A few days ago, someone commented on my instagram photos thus: 'You make the people feel strong in many ways by your conviction and strength in seeing life despite having a disability'. What was expressed with all good intention annoyed me. Why does my photography of birds, flowers and portraits elicit inspiration? What is strong about images showing me in different places? And what is the fuss about conviction? Does this comment allude to the fact that I'm not hiding my disability? That I'm ‘brave enough to go out in daylight’? The latter comment indeed happened to me two years ago when a lady in her 40s came up and said, 'how brave, well done!' I was actually looking into a shop window and am still pondering over what could have been so brave about shopping.
Positive prejudice – as shown in the statements of inspiration, braveness etc. – is actually not positive. Because it generalises people, cements categories (that is, to be seen primarily through the lens of disability) and thus fosters new categories which can easily develop into stigmatization. What has my wheelchair (obviously perceived as the symbol of disability) to do with my photography? After all, other categories, such as my perceived whiteness, gender, class or academic status could also be applied to my textual production (as an author I consider photography inherently textual). But this rarely happens.
The gravest problem with the above quote, however, is the contrast being drawn between "strong/positive life" and "disability". As so often, this contrast is established with the word despite. I adore you despite your disability; I am really impressed how you're mastering all this despite your disability...you’re cool/beautiful/intelligent/active etc. despite your disability. One could add tons of other examples for this well-known line of argument. This contrast between a positive self and an unfortunate condition seems symptomatic for perceiving people with disabilities. Yet would anyone say to a Black person, ‘great that you're so smart despite you being Black?’ I doubt so, unless it is done by the Ku-Klux-Klan.

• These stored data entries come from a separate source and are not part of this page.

/**
 * Joint confidence region of two fitted parameters, in the linearised (Gauss–Newton) approximation:
 * { b : (b − b̂)ᵀ C⁻¹ (b − b̂) ≤ k }.
 * - Uncertainties taken as relative (C scaled by s² = χ²/ν): k = p·F(p, n−p, 1−α), which is the region
 *   S(b) − S(b̂) ≤ p·s²·F(p, n−p, 1−α) of Draper & Smith, "Applied Regression Analysis", 3rd ed. (1998), §24.5,
 *   and Bates & Watts, "Nonlinear Regression Analysis and Its Applications" (1988), eq. 3.3.
 * - Uncertainties taken as absolute (C unscaled): Δχ² ≤ χ²_p(1−α) (= 5.991 for p = 2, 95 %),
 *   Press et al., "Numerical Recipes", 3rd ed. (2007), §15.6.5.
 */
import { chiSquareQuantile, fQuantile } from './statistics';

export type EllipseMethod = 'scaled-F' | 'unscaled-chi2';

export interface ConfidenceEllipse {
  /** Points on the boundary, as [parameter a, parameter b] pairs, going once round (first point not repeated). */
  points: Array<[number, number]>;
  /** Squared Mahalanobis radius k of the boundary. */
  radiusSquared: number;
  method: EllipseMethod;
  /** Human-readable statement of the criterion used. */
  description: string;
  confidenceLevel: number;
}

/** Boundary of (b − centre)ᵀ C⁻¹ (b − centre) = radiusSquared for a 2×2 covariance C, via its Cholesky factor. */
export function ellipsePoints(
  center: readonly [number, number],
  covariance: readonly (readonly number[])[],
  radiusSquared: number,
  pointCount = 72,
): Array<[number, number]> {
  const [[c11, c12], [c21, c22]] = covariance;
  if (!(c11 > 0) || !(c22 > 0) || Math.abs(c12 - c21) > 1e-9 * Math.sqrt(c11 * c22)) {
    throw new RangeError('ellipsePoints: the covariance must be a symmetric 2×2 matrix with positive diagonal');
  }
  const l11 = Math.sqrt(c11);
  const l21 = c12 / l11;
  const l22sq = c22 - l21 * l21;
  if (!(l22sq > 0)) throw new RangeError('ellipsePoints: the covariance is not positive definite');
  const l22 = Math.sqrt(l22sq);
  const r = Math.sqrt(radiusSquared);
  const points: Array<[number, number]> = [];
  for (let i = 0; i < pointCount; i++) {
    const t = (2 * Math.PI * i) / pointCount;
    const u = r * Math.cos(t);
    const v = r * Math.sin(t);
    points.push([center[0] + l11 * u, center[1] + l21 * u + l22 * v]);
  }
  return points;
}

/**
 * Joint confidence ellipse for a two-parameter fit.
 * With scaling 'reduced-chi2' pass the scaled covariance and the number of points; with 'none' the unscaled one.
 */
export function jointConfidenceEllipse(
  center: readonly [number, number],
  covariance: readonly (readonly number[])[],
  scaling: 'reduced-chi2' | 'none',
  pointCountData: number,
  confidenceLevel = 0.95,
  boundaryPoints = 72,
): ConfidenceEllipse {
  const p = 2;
  if (scaling === 'reduced-chi2') {
    const dof = pointCountData - p;
    if (dof < 1) throw new RangeError(`jointConfidenceEllipse: the F-based region needs n > 2 points, got ${pointCountData}`);
    const f = fQuantile(confidenceLevel, p, dof);
    const radiusSquared = p * f;
    return {
      points: ellipsePoints(center, covariance, radiusSquared, boundaryPoints),
      radiusSquared,
      method: 'scaled-F',
      description: `ΔS ≤ p·F(p, n−p, ${confidenceLevel})·s² with p = 2, n − p = ${dof}, F = ${f.toPrecision(5)} (covariance scaled by the reduced χ²)`,
      confidenceLevel,
    };
  }
  const radiusSquared = chiSquareQuantile(confidenceLevel, p);
  return {
    points: ellipsePoints(center, covariance, radiusSquared, boundaryPoints),
    radiusSquared,
    method: 'unscaled-chi2',
    description: `Δχ² ≤ χ²₂(${confidenceLevel}) = ${radiusSquared.toPrecision(5)} (unscaled covariance, uncertainties taken as absolute)`,
    confidenceLevel,
  };
}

What I try to set against this argument is not a simple replacement of despite with because of. This would be equally reductionist and I'm neither clever/dumb, good/bad, nor handsome/ugly etc. because of my disability. Instead I propose to use an active concept of pride. But in a sense there is an immanent contradiction between my critique of categorization and a concept of pride that relies on the category of disability perforce. I don't think it's effective to portray myself simply without the category in order to liberate myself from it. This, if taken as a consequential rule, would be an expression of shamefulness and would mean hiding something supposedly deficient. Instead, what I suggest is to be proud of disabilities in order to overcome stigmatizing categories. Hence to use categories in order to get rid off them.

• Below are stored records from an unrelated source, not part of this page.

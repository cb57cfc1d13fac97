/**
 * A gas-phase fit as the worker runs it: the least-squares fit (LJ 12-6, Mie with λr held, or Mie with λr fitted),
 * then what a modeller reads next to it — the Bayesian posterior when asked for, the tension between kinds of data,
 * the next measurements to make and the information criteria for comparing models. Each extra is computed from
 * separately tested code; one that cannot be computed is left out with a warning, never fails the fit.
 */
import { fitLennardJones, type FitMeasurementSet, type LjFitOptions, type LjFitResult } from './lj-fit';
import { ljPosterior, type LjPosterior, type ParameterSetPrior } from './lj-posterior';
import { fitMieWithExponent, informationCriteria, type ModelCriterion } from './mie-fit';
import { rankNextMeasurements, type Suggestion } from './next-measurement';
import { kindTension, type KindTension } from './tension';

export interface GasFitOptions extends LjFitOptions {
  model?: 'lj-12-6' | 'mie';
  fitRepulsiveExponent?: boolean;
  /** `prior`: the Gaussian of a previous set, resolved by the server (server/features/fits/posterior-prior.ts). */
  posterior?: { samples?: number; seed?: number; prior?: ParameterSetPrior };
}

export interface GasFitResult extends LjFitResult {
  posterior?: LjPosterior;
  tension?: KindTension;
  nextMeasurements?: Suggestion[];
  criterion?: ModelCriterion;
}

/** Posterior draws kept on the result for plots (a few hundred keep the stored result small). */
const DRAWS_KEPT = 400;

export function gasPhaseFit(
  measurementSets: FitMeasurementSet[],
  options: GasFitOptions,
  onProgress?: (p: { fraction: number; stage: string }) => void,
): GasFitResult {
  const { model, fitRepulsiveExponent, posterior, ...fitOptions } = options;
  const report = (from: number, to: number) => (p: { fraction: number; stage: string }) =>
    onProgress?.({ fraction: from + (to - from) * p.fraction, stage: p.stage });
  const fit: GasFitResult =
    model === 'mie' && fitRepulsiveExponent
      ? fitMieWithExponent(measurementSets, fitOptions, report(0, 0.6))
      : fitLennardJones(measurementSets, fitOptions, report(0, 0.6));
  if (fit.status !== 'succeeded') return fit;
  const lenient = <T>(what: string, compute: () => T): T | undefined => {
    try {
      return compute();
    } catch (err) {
      fit.warnings.push(`${what} could not be computed: ${(err as Error).message}`);
      return undefined;
    }
  };
  const context = {
    molarMassGPerMol: fitOptions.molarMassGPerMol,
    quantumCorrection: fitOptions.quantumCorrection ?? false,
    ...(fit.repulsiveExponent !== undefined && fit.repulsiveExponent !== 12 ? { repulsiveExponent: fit.repulsiveExponent } : {}),
  };
  const points = fit.perMeasurementSet.reduce((s, d) => s + d.points, 0);
  const free = 2 - fit.heldParameters.length + (fitRepulsiveExponent ? 1 : 0);
  fit.criterion = informationCriteria(
    fit.model === 'mie' ? `Mie ${fitRepulsiveExponent ? 'λr-6 (λr fitted)' : `${fit.repulsiveExponent}-6`}` : 'LJ 12-6',
    fit.chi2,
    points,
    free,
  );
  if (posterior) {
    onProgress?.({ fraction: 0.65, stage: 'sampling the posterior' });
    fit.posterior = lenient('the posterior', () => {
      const p = ljPosterior(measurementSets, { ...fitOptions, repulsiveExponent: fit.repulsiveExponent }, fit, {
        ...posterior,
        drawsReturned: DRAWS_KEPT,
      });
      if (fitRepulsiveExponent)
        p.messages.push(
          `ε and σ were sampled at the best λr = ${fit.repulsiveExponent?.toFixed(2)}; λr itself is not sampled, so these intervals do not include its uncertainty.`,
        );
      return p;
    });
  }
  const kinds = new Set(measurementSets.map((d) => d.kind));
  if (kinds.size > 1) {
    onProgress?.({ fraction: 0.85, stage: 'fitting each kind alone' });
    fit.tension = lenient('the tension between kinds', () => kindTension(measurementSets, { ...fitOptions, restarts: 0 }));
  }
  onProgress?.({ fraction: 0.95, stage: 'ranking the next measurements' });
  fit.nextMeasurements = lenient('the next-measurement ranking', () =>
    rankNextMeasurements(
      fit,
      measurementSets,
      context,
      fit.model === 'mie'
        ? { kinds: ['b2'] }
        : { kinds: (['b2', 'viscosity'] as const).filter((k) => k === 'b2' || context.molarMassGPerMol !== undefined) },
    ),
  );
  onProgress?.({ fraction: 1, stage: 'done' });
  return fit;
}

To be sure, pride can be a disgusting utterance if it carries hegemonic claims. National pride, white pride etc. are excluding and harmful concepts. But these are different forms of pride from the one I'm referring to. Disability pride is neither harmful nor hegemonic. It is also more than having come to grips with a situation. It exceeds the state of having accepted a status quo and it celebrates the very status not as a rigid category but as part of a dynamic and positive whole. To be proud of my disability means to not treat it as alien or worthy of judgment but to treat it as positive: I love life, I participate in life, I like wheelchair racing, I like adventures etc. etc. Using a wheelchair is fun and exciting and not principally frustrating – and never a pity. I perceive my disability as a basic human condition that should not be stripped off its dignity and its many pleasures and opportunities it has to offer.

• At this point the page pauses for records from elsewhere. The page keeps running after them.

import { queryOptions, useMutation, useQuery, useQueryClient } from '@tanstack/react-query';
import type { CreatedToken, TokenList, TokenView } from '@shared/contracts/token';
import { api } from '@/lib/api-client';

export type ApiToken = TokenView;

export const tokenKeys = {
  all: ['tokens'] as const,
  mine: () => [...tokenKeys.all, 'mine'] as const,
};

export const myTokensQueryOptions = () =>
  queryOptions({ queryKey: tokenKeys.mine(), queryFn: () => api<TokenList>('/tokens').then((r) => r.tokens) });

export const useMyTokens = () => useQuery(myTokensQueryOptions());

/** The answer carries the secret; it lives only in the component that shows it once, never in the cache. */
export const useCreateToken = () => {
  const qc = useQueryClient();
  return useMutation({
    mutationFn: (body: { name: string }) => api<CreatedToken>('/tokens', { body }),
    onSuccess: () => qc.invalidateQueries({ queryKey: tokenKeys.all }),
  });
};

export const useRevokeToken = () => {
  const qc = useQueryClient();
  return useMutation({
    mutationFn: (id: number) => api<ApiToken>(`/tokens/${id}`, { method: 'DELETE' }),
    onSuccess: () => qc.invalidateQueries({ queryKey: tokenKeys.all }),
  });
};
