interface FlatPoint {
  measurementSetIndex: number;
  measurementSetId: string | number;
  kind: FitKind;
  rowNumber: number;
  excluded: boolean;
  temperatureK: number;
  pressureMPa?: number;
  value: number;
  uncertainty: number;
  weight: number;
}

function validate(
  measurementSets: readonly FitMeasurementSet[],
  options: LjFitOptions,
): {
  allPoints: FlatPoint[];
  points: FlatPoint[];
  bounds: LjBounds;
  context: PropertyContext;
  held: Array<{ index: number; value: number }>;
} {
  if (!measurementSets || measurementSets.length === 0) throw new LjFitInputError('no-data', 'no measurement sets to fit');
  const points: FlatPoint[] = [];
  measurementSets.forEach((measurementSet, measurementSetIndex) => {
    // Named as the person sees it when the caller gives a label (the API passes the measurement set's name).
    const name = measurementSet.label ? `measurement set "${measurementSet.label}"` : `measurement set ${String(measurementSet.id)}`;
    if (!isFitKind(measurementSet.kind)) {
      throw new LjFitInputError(
        'unknown-kind',
        `${name}: unknown kind "${String(measurementSet.kind)}"; expected one of ${Object.keys(PROPERTY_MODELS).join(', ')}`,
      );
    }
    const model = PROPERTY_MODELS[measurementSet.kind];
    if (model.needsMolarMass && options.molarMassGPerMol === undefined) {
      throw new LjFitInputError('missing-molar-mass', `${name}: fitting the ${model.label} needs the molar mass (molarMassGPerMol)`);
    }
    const weight = measurementSet.weight ?? 1;
    if (!(weight > 0) || !Number.isFinite(weight))
      throw new LjFitInputError('bad-weight', `${name}: weight must be a positive finite number, got ${weight}`);
    const excludeRows = new Set(measurementSet.excludeRows ?? []);
    for (const r of excludeRows) {
      if (!Number.isInteger(r) || r < 1 || r > measurementSet.rows.length)
        throw new LjFitInputError(
          'bad-value',
          `${name}: row ${r} cannot be left out: the rows are numbered 1 to ${measurementSet.rows.length}`,
        );
    }
    measurementSet.rows.forEach((row, i) => {
      if (!(row.temperatureK > 0) || !Number.isFinite(row.temperatureK)) {
        throw new LjFitInputError(
          'bad-value',
          `${name}, row ${i + 1}: temperatureK must be a positive finite number, got ${row.temperatureK}`,
        );
      }
      if (!Number.isFinite(row.value))
        throw new LjFitInputError('bad-value', `${name}, row ${i + 1}: value must be a finite number, got ${row.value}`);
      if (!(row.uncertainty > 0) || !Number.isFinite(row.uncertainty)) {
        throw new LjFitInputError(
          'bad-uncertainty',
          `${name}, row ${i + 1}: uncertainty must be a positive finite number, got ${row.uncertainty}`,
        );
      }
      if (model.needsPressure && !(Number(row.pressureMPa) > 0)) {
        throw new LjFitInputError(
          'bad-value',
          `${name}, row ${i + 1}: the ${model.label} needs a positive pressureMPa, got ${row.pressureMPa}`,
        );
      }
      points.push({
        measurementSetIndex,
        measurementSetId: measurementSet.id,
        kind: measurementSet.kind,
        rowNumber: i + 1,
        excluded: excludeRows.has(i + 1),
        temperatureK: row.temperatureK,
        ...(row.pressureMPa !== undefined ? { pressureMPa: row.pressureMPa } : {}),
        value: row.value,
        uncertainty: row.uncertainty,
        weight,
      });
    });
  });
  const held: Array<{ index: number; value: number }> = [];
  PARAMETER_NAMES.forEach((name, index) => {
    const value = options.fixed?.[name];
    if (value === undefined) return;
    if (!(value > 0) || !Number.isFinite(value))
      throw new LjFitInputError('bad-option', `fixed.${name} must be a positive finite number, got ${value}`);
    held.push({ index, value });
  });
  if (held.length > 1)
    throw new LjFitInputError('bad-option', 'only one of epsilonK and sigmaAngstrom can be held; with both held there is nothing to fit');
  const included = points.filter((p) => !p.excluded);
  const free = PARAMETER_NAMES.length - held.length;
  if (included.length < Math.max(free, 2)) {
    const left = points.length - included.length;
    throw new LjFitInputError(
      'too-few-points',
      `too few points: ${included.length} point(s)${left ? ` after leaving out ${left}` : ''} for ${free === 2 ? '2 parameters (epsilonK, sigmaAngstrom)' : `1 free parameter (${PARAMETER_NAMES[1 - held[0].index]})`}; need at least ${Math.max(free, 2)}, and at least ${free + 1} for standard errors`,
    );
  }
  const molar = options.molarMassGPerMol;
  if (molar !== undefined && (!(molar > 0) || !Number.isFinite(molar))) {
    throw new LjFitInputError('bad-option', `molarMassGPerMol must be a positive finite number, got ${molar}`);
  }
  if (options.quantumCorrection && molar === undefined) {
    throw new LjFitInputError('missing-molar-mass', 'the quantum correction to B2 needs the molar mass (molarMassGPerMol)');
  }
  const repulsiveExponent = options.repulsiveExponent ?? LJ_REPULSIVE_EXPONENT;
  try {
    requireRepulsiveExponent(repulsiveExponent);
  } catch (err) {
    throw new LjFitInputError('bad-option', (err as Error).message);
  }
  if (repulsiveExponent !== LJ_REPULSIVE_EXPONENT) {
    for (const measurementSet of measurementSets) {
      const model: PropertyModel = PROPERTY_MODELS[measurementSet.kind];
      if (!model.supportsMie)
        throw new LjFitInputError(
          'bad-option',
          `measurement set ${String(measurementSet.id)}: the ${model.label} model is for the LJ 12-6 potential only; a ${potentialLabel(repulsiveExponent)} fit takes ${MIE_KINDS_TEXT} data today`,
        );
    }
  }
  const bounds = options.bounds ?? DEFAULT_LJ_BOUNDS;
  for (const name of PARAMETER_NAMES) {
    const [lo, hi] = bounds[name];
    if (!(lo > 0) || !(hi > lo) || !Number.isFinite(hi))
      throw new LjFitInputError('bad-option', `bounds.${name} must satisfy 0 < lower < upper < ∞, got [${lo}, ${hi}]`);
  }
  if (options.start) {
    for (const name of PARAMETER_NAMES) {
      const v = options.start[name];
      if (!(v > 0) || !Number.isFinite(v))
        throw new LjFitInputError('bad-option', `start.${name} must be a positive finite number, got ${v}`);
    }
  }
  const restarts = options.restarts ?? DEFAULT_RESTARTS;
  if (!Number.isInteger(restarts) || restarts < 0)
    throw new LjFitInputError('bad-option', `restarts must be a non-negative integer, got ${restarts}`);
  return {
    allPoints: points,
    points: included,
    bounds,
    held,
    context: {
      molarMassGPerMol: molar,
      quantumCorrection: options.quantumCorrection ?? false,
      ...(repulsiveExponent !== LJ_REPULSIVE_EXPONENT ? { repulsiveExponent } : {}),
      ...(options.eosModel ? { eosModel: options.eosModel } : {}),
    },
  };
}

In this sense, I understand disability pride as an antinormative project. A project that makes visible the processes of ableist privilege (also called ableism) that organize the world along the needs of non-disabled people and that systematically exclude people with disabilities from participation in life. Prejudice is part of the many ways how ableism can form. This includes, inter alia, paternalism (i.e., to know what is best for people with disabilities); mercy and charity; victimization; negation of agency, self-determination, the ambition to cure etc. And here it becomes where I feel the urge to set notions of pride against prejudice. Not to exclude, reduce, identify or include, but to reclaim my humanity, self-determination and sovereignty.
I hope this clarifies some things. Some, certainly not all, photos can be read as echoing pride. This is not always intended. Not every text is political. But authors can hardly influence, let alone control, their recipients' interpretations. So let's have an eye on the tag #disabilitypride and see what happens.